Il cane, specificamente addestrato per rilevare sostanze tossiche e pericolose, è ora operativo nell’area del Parco Nazionale del Pollino, dove supporta quotidianamente il suo conduttore.
Intervento a Roccanova: il ritrovamento cruciale
Nei giorni scorsi, Fenrir è stato impiegato nel Comune di Roccanova (Provincia di Potenza) a seguito di diverse segnalazioni relative all’avvelenamento di cani. Il binomio formato dal pastore belga e dal carabiniere Fausto Scopigno è intervenuto sul posto per la ricerca di eventuali materiali nocivi.
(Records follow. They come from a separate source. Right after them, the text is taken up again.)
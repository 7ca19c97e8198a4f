// Package kerf turns finished sizes into cut paths: what the beam takes away, and how a path is
// moved so that the part comes out right.
package kerf

import "pinwright/parts/outline"

// Beam is what a laser takes from one material and thickness.
type Beam struct {
	Width float64 // full width of the cut, mm; 0 when the shop compensates itself
}

// Cut is the way of the beam's centre for one part.
type Cut struct {
	Outside outline.Outline   // counter-clockwise
	Inside  []outline.Outline // clockwise, in the order of the region's holes
}
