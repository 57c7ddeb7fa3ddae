// What a person sees while typing: the squiggle of an overloaded motor comes with a worse ratio, and goes with undo.

import assert from "node:assert/strict";
import type { Squiggle } from "../viewLines.js";
import { workbench } from "./session.js";

describe("the squiggle of an overloaded motor", () => {
  it("comes while a worse ratio is typed, and goes when that is undone", async () => {
    const editor = await workbench().open("mechanisms/lidArm.ts");
    await editor.waitForLens();
    assert.deepEqual((await editor.squiggles()).filter(isWarning), []);
    await editor.retype("LID_RATIO,", "2.4,");
    await editor.waitForSquiggles("a warning under the mechanism", isUnder("lidArm"));
    await editor.undoUntil("LID_RATIO, {");
    await editor.waitForSquiggles("no warning", (squiggles) => !squiggles.some(isWarning));
  });

  it("comes in another file from the unsaved constant that it imports, and goes with it", async () => {
    const editor = await workbench().open("mechanisms/trayHoist.ts");
    await editor.waitForLens();
    await editor.openFile("gearing.ts");
    await editor.retype("54;", "40;");
    await editor.openFile("mechanisms/trayHoist.ts");
    await editor.waitForSquiggles("a warning under the mechanism", isUnder("trayHoist"));
    await editor.openFile("gearing.ts");
    await editor.undoUntil("TRAY_DRIVEN = 54;");
    await editor.openFile("mechanisms/trayHoist.ts");
    await editor.waitForSquiggles("no warning", (squiggles) => !squiggles.some(isWarning));
  });

  it("says in its hover why, and what would help", async () => {
    const editor = await workbench().open("mechanisms/shelfLift.ts");
    await editor.waitForSquiggles("a warning under the mechanism", isUnder("shelfLift"));
    const text = await editor.hover("shelfLift =", /past-peak[\s\S]*ratio 1\.1/);
    assert.match(text, /66 % of the 2\.34 N·m at which it stalls/);
    assert.match(text, /A ratio of at least 1\.46/);
  });
});

function isWarning({ level }: Squiggle): boolean {
  return level === "warning" || level === "error";
}

function isUnder(name: string): (squiggles: readonly Squiggle[]) => boolean {
  return (squiggles) => squiggles.some(({ text, level }) => text === name && level === "warning");
}
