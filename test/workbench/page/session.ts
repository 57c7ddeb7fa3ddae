// Hands the running workbench to the test modules of this folder. The run sets it once before it starts them; each test
// opens its own copy of the workspace through it.

import type { Workbench } from "../workbench.js";

let current: Workbench | undefined;

export function useWorkbench(workbench: Workbench): void {
  current = workbench;
}

export function workbench(): Workbench {
  if (!current) throw new Error("The tests of the page are started by test/run.mjs, which starts the workbench first.");
  return current;
}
Durante la perlustrazione, il cane ha individuato con successo una esca avvelenata. Si trattava di carne contenente frammenti di vetro nascosti al suo interno, un metodo di una crudeltà particolare e potenzialmente letale. Tale pratica rappresenta un grave pericolo non solo per gli animali domestici, ma anche per la fauna selvatica e per chiunque possa involontariamente entrare in contatto con l’esca.
L’esca è stata messa in sicurezza e consegnata all’Istituto Zooprofilattico Sperimentale. Presso l’Istituto, saranno condotte le analisi necessarie per verificare la presenza di veleni o altre sostanze tossiche.
L’importanza delle analisi e il contrasto al fenomeno
L’esito degli esami di laboratorio sarà determinante per la ricostruzione degli eventi e per indirizzare le indagini verso l’identificazione dei responsabili. Questo episodio sottolinea ancora una volta il valore cruciale delle unità cinofile antiveleno, considerate strumenti indispensabili per prevenire tragedie e tutelare la sicurezza del territorio e dell’ambiente naturale.
Il fenomeno delle esche avvelenate rimane una delle minacce più significative nelle aree rurali del Cosentino e della Basilicata. Questa pratica criminale mette seriamente a rischio gli animali domestici e numerose specie protette all’interno del Parco del Pollino.
Il ritorno in piena attività delle unità cinofile antiveleno del Reparto Carabinieri Parco Nazionale del Pollino, operanti nelle sedi di Rotonda e nel Nucleo di Cerchiara, costituisce un passo fondamentale e deciso per contrastare efficacemente tale pratica illegale.